Artificial Intelligence for Teaching Case Curation: Evaluating Model Performance on Imaging Report Discrepancies.
Authors
Affiliations (3)
Affiliations (3)
- Department of Radiology, UW-Madison School of Medicine & Public Health, Madison, Wisconsin (M.B., Z.H., X.T., A.B.R., T.K., J.D.W., T.B., E.M.L.).
- Department of Computer Science, UW-Madison, Madison, Wisconsin (J.H.).
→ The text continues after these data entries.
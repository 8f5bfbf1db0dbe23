import type { Model, Solid } from '../../core/form/model.ts';
import type { Ring } from '../../core/plane/vec.ts';
import { cellsOfOutline, cellsOfPanel, solidWall } from '../../core/shade/exposure-grid.ts';
import type { Surface } from '../../core/study/exposure-map.ts';

/** Whose walls and roofs a map covers, and which ground. */
export type MapFaces = 'none' | 'proposal' | 'neighbours' | 'all';
export type MapGround = 'none' | 'areas' | 'site' | 'around';

/** Ground shown round everything that is drawn [m]. */
const AROUND_m = 6;

const isWanted = (solid: Solid, faces: MapFaces): boolean => {
  if (faces === 'all') return true;
  const isNeighbour = solid.standing === 'context' || solid.standing === 'existing';
  return faces === 'neighbours' ? isNeighbour : faces === 'proposal' && solid.standing === 'proposed';
};

/** The surfaces of a map in the order of the scheme, the ground first. */
export function mapSurfaces(model: Model, faces: MapFaces, ground: MapGround): Surface[] {
  const walls = model.solids
    .filter((solid) => isWanted(solid, faces))
    .flatMap((solid): Surface[] => [
      ...solid.outline.flatMap((_, wall): Surface[] =>
        solidWall(solid, wall) === null ? [] : [{ kind: 'wall', block: solid.id, wall }],
      ),
      { kind: 'roof', block: solid.id },
    ]);
  return [...groundSurfaces(model, ground), ...walls];
}

function groundSurfaces(model: Model, ground: MapGround): Surface[] {
  if (ground === 'none') return [];
  if (ground === 'areas')
    return model.receptors.flatMap((r): Surface[] =>
      r.kind === 'area' ? [{ kind: 'ground', outline: r.outline, level_m: r.level }] : [],
    );
  const outline = ground === 'site' && model.boundary !== null ? model.boundary : around(model);
  return [{ kind: 'ground', outline, level_m: 0 }];
}

function around({ extent: [x0, y0, x1, y1] }: Model): Ring {
  const [a, b, c, d] = [x0 - AROUND_m, y0 - AROUND_m, x1 + AROUND_m, y1 + AROUND_m];
  return [
    [a, b],
    [c, b],
    [c, d],
    [a, d],
  ];
}

/** The outline of a level surface; of a wall, none. */
export function outlineOf(model: Model, surface: Surface): Ring {
  if (surface.kind === 'ground') return surface.outline;
  if (surface.kind === 'wall') return [];
  return model.solids.find((s) => s.id === surface.block)?.outline ?? [];
}

/** About how many cells a map has: cheap, so that it can be said before the map is asked for. */
export function cellCount(model: Model, surfaces: readonly Surface[], spacing_m: number): number {
  const solids = new Map(model.solids.map((s) => [s.id, s]));
  return surfaces.reduce((sum, surface) => {
    if (surface.kind !== 'wall') {
      const outline = surface.kind === 'ground' ? surface.outline : (solids.get(surface.block)?.outline ?? []);
      return sum + (outline.length === 0 ? 0 : cellsOfOutline(outline, spacing_m));
    }
    const solid = solids.get(surface.block);
    const panel = solid === undefined ? null : solidWall(solid, surface.wall);
    return sum + (panel === null ? 0 : cellsOfPanel(panel.width_m, panel.height_m, spacing_m));
  }, 0);
}
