import type { Fault } from '../scheme/fault.ts';
import { addDays, daySamples, isDate, isZone } from '../sun/civil.ts';
import type { Observer } from '../sun/position.ts';
import { standardPressure_hPa } from '../sun/refraction.ts';
import { sunTable } from '../sun/sun-table.ts';
import { relativeAirMass } from './air-mass.ts';
import { checkClearAir, checkClearSun } from './clear-sky.ts';
import type { DayGrid } from './day-grid.ts';
import { designTemperature_C } from './design-temperature.ts';
import { extraterrestrial } from './extraterrestrial.ts';
import { ineichenPerez } from './ineichen.ts';
import { type Monthly, monthly, monthOf } from './monthly.ts';
import { outOfRange } from './range.ts';

/** A cloudless day with the temperature of a hot design day. */
export type DesignDayInput = {
  readonly key: string;
  readonly name: string;
  /** Civil date, YYYY-MM-DD. */
  readonly date: string;
  /** IANA time zone. */
  readonly zone: string;
  /** Minutes a step; each is sampled at its middle. */
  readonly step_min: number;
  readonly observer: Observer;
  /** Of the air: one value, or twelve by month. */
  readonly linkeTurbidity: Monthly;
  /** Maximum air temperature of the day [°C]. */
  readonly maximum_C: number;
  /** Maximum less minimum [K]. */
  readonly range_K: number;
};

/** How a design day's sky was reached, for the working. */
export const DESIGN_DAY_METHOD =
  'cloudless sky by Ineichen–Perez 2002 with Linke turbidity, air mass of Kasten–Young 1989 at the refracted altitude, pressure of the standard atmosphere at the site, 1366.1 W/m² at 1 au (ASTM E490) over the square of the sun’s distance';

/**
 * The sun, the clear sky and the air temperature of a design day, step by step over the whole civil day (23, 24 or 25 hours).
 * The constant is 1366.1 W/m² (ASTM E490, the value of the time when the model was fitted) over the square of the true distance
 * of the sun; the pressure is the observer's or that of the standard atmosphere. The temperature follows the civil clock.
 * @throws {RangeError} on input that `checkDesignDay` finds fault with
 * @see P. Ineichen, R. Perez, Solar Energy 73, 151–157 (2002); ASHRAE Handbook of Fundamentals, ch. 14 (temperature profile)
 */
export function designDay(input: DesignDayInput): DayGrid {
  const [fault] = checkDesignDay(input, '');
  if (fault) throw new RangeError(`${fault.place}: ${fault.message}`);
  const { observer } = input;
  const { instant_ms, clock_min } = daySamples(input.date, input.zone, input.step_min);
  const sun = sunTable(instant_ms, observer);
  const turbidity = monthly(input.linkeTurbidity, monthOf(input.date));
  const pressure_hPa = observer.pressure_hPa ?? standardPressure_hPa(observer.elevation_m);
  const n = instant_ms.length;
  const day = {
    beamNormal_Wm2: new Float64Array(n),
    diffuse_Wm2: new Float64Array(n),
    global_Wm2: new Float64Array(n),
    extraterrestrial_Wm2: new Float64Array(n),
    airMass: new Float64Array(n),
    tAir_C: new Float64Array(n),
  };
  for (let i = 0; i < n; i++) {
    const e0 = extraterrestrial(sun.distance_au[i]!);
    day.extraterrestrial_Wm2[i] = e0;
    day.tAir_C[i] = designTemperature_C(clock_min[i]!, input.maximum_C, input.range_K);
    const apparent = sun.apparentAltitude_rad[i]!;
    if (!(apparent > 0)) continue;
    const airMass = relativeAirMass(apparent);
    const sky = ineichenPerez(
      {
        apparentAltitude_rad: apparent,
        extraterrestrial_Wm2: e0,
        airMass,
        pressure_hPa,
        elevation_m: observer.elevation_m,
      },
      turbidity,
    );
    // The house's sun is the true one: while refraction alone lifts it above the horizon there is sky light but no beam.
    const up = sun.altitude_rad[i]! > 0;
    day.airMass[i] = airMass;
    day.beamNormal_Wm2[i] = up ? sky.beamNormal_Wm2 : 0;
    day.diffuse_Wm2[i] = sky.diffuse_Wm2;
    day.global_Wm2[i] = up ? sky.global_Wm2 : sky.diffuse_Wm2;
  }
  return {
    key: input.key,
    name: input.name,
    date: input.date,
    step_min: input.step_min,
    instant_ms,
    clock_min,
    azimuth_rad: sun.azimuth_rad,
    altitude_rad: sun.altitude_rad,
    ...day,
  };
}

/**
 * A hot spell: so many design days on end, the last on the date of the input, each with the same temperatures and its own sun.
 * Keys are the input's with the number of the day, `hot-1`, `hot-2` …
 * @param days  1 to 60
 */
export function hotSpell(input: DesignDayInput, days: number): DayGrid[] {
  if (!Number.isInteger(days) || days < 1 || days > 60)
    throw new RangeError(`a hot spell lasts 1 to 60 days, got ${days}`);
  return Array.from({ length: days }, (_, i) => {
    const date = addDays(input.date, i + 1 - days);
    return designDay({ ...input, key: `${input.key}-${i + 1}`, name: `${input.name}, day ${i + 1} of ${days}`, date });
  });
}

/** Faults of a design day as a user gave it: place of each, its range and the cure. */
export function checkDesignDay(input: DesignDayInput, place: string): readonly Fault[] {
  const at = place === '' ? '' : `${place}.`;
  const { observer } = input;
  const turbidities = typeof input.linkeTurbidity === 'number' ? [input.linkeTurbidity] : input.linkeTurbidity;
  const faults: Fault[] = turbidities.flatMap((linkeTurbidity, i) =>
    checkClearAir({ model: 'ineichen-perez', linkeTurbidity }, '').map((f) => ({
      ...f,
      place: `${at}linkeTurbidity${turbidities.length > 1 ? `[${i}]` : ''}`,
    })),
  );
  if (typeof input.linkeTurbidity !== 'number' && turbidities.length !== 12) {
    const message = `Linke turbidity must be one value or twelve, got ${turbidities.length}`;
    faults.push({
      level: 'error',
      code: 'twelve-months',
      place: `${at}linkeTurbidity`,
      message,
      cure: 'give one value for the year or one a month',
    });
  }
  if (!isDate(input.date)) {
    const message = `\`${input.date}\` is no date of the calendar`;
    faults.push({ level: 'error', code: 'date', place: `${at}date`, message, cure: 'write it as YYYY-MM-DD' });
  }
  if (!isZone(input.zone)) {
    const message = `\`${input.zone}\` is no zone of the time zone database`;
    faults.push({ level: 'error', code: 'zone', place: `${at}zone`, message, cure: 'name one, such as Europe/London' });
  }
  const pressure_hPa = observer.pressure_hPa ?? standardPressure_hPa(observer.elevation_m);
  faults.push(...checkClearSun({ pressure_hPa, elevation_m: observer.elevation_m }, `${at}observer`));
  faults.push(
    ...outOfRange(
      input.maximum_C,
      { name: 'maximum temperature', unit: '°C', min: -30, max: 60, usual: '30' },
      `${at}maximum`,
    ),
  );
  faults.push(
    ...outOfRange(
      input.range_K,
      { name: 'daily range of temperature', unit: 'K', min: 0, max: 40, usual: '10' },
      `${at}range`,
    ),
  );
  faults.push(...outOfRange(input.step_min, { name: 'step', unit: 'min', min: 1, max: 60, usual: '5' }, `${at}step`));
  return faults;
}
- Department of Radiology, UW-Madison School of Medicine & Public Health, Madison, Wisconsin (M.B., Z.H., X.T., A.B.R., T.K., J.D.W., T.B., E.M.L.); Department of Radiology, University of Galway, Galway, Ireland (E.M.L.). Electronic address: [email protected].
Abstract
Assess the feasibility of using a large language model (LLM) to identify valuable radiology teaching cases through report discrepancy detection. Retrospective study included after-hours head CT and musculoskeletal radiograph exams from January 2017 to December 2021. Discrepancy level between trainee's preliminary interpretation and final attending report was annotated on a 5-point scale. RadBERT, an LLM pretrained on a vast corpus of radiology text, was fine-tuned for discrepancy detection. For comparison and to ensure the robustness of the approach, Mixstral 8×7B, Mistral 7B, and Llama2 were also evaluated. The model's performance in detecting discrepancies was evaluated using a randomly selected hold-out test set. A subset of discrepant cases identified by the LLM was compared to a random case set by recording clinical parameters, discrepant pathology, and evaluating possible educational value. F1 statistic was used for model comparison. Pearson's chi-squared test was employed to assess discrepancy prevalence and score between groups (significance set at p<0.05). The fine-tuned LLM model achieved an overall accuracy of 90.5% with a specificity of 95.5% and a sensitivity of 66.3% for discrepancy detection. The model sensitivity significantly improved with higher discrepancy scores, 49% (34/70) for score 2 versus 67% (47/62) for score 3, and 81% (35/43) for score 4/5 (p<0.05 compared to score 2). LLM-curated set showed a significant increase in the prevalence of all discrepancies and major discrepancies (scores 4 or 5) compared to a random case set (P<0.05 for both). Evaluation of the clinical characteristics from both the random and discrepant case sets demonstrated a broad mix of pathologies and discrepancy types. An LLM can detect trainee report discrepancies, including both higher and lower-scoring discrepancies, and may improve case set curation for resident education as well as serve as a trainee oversight tool.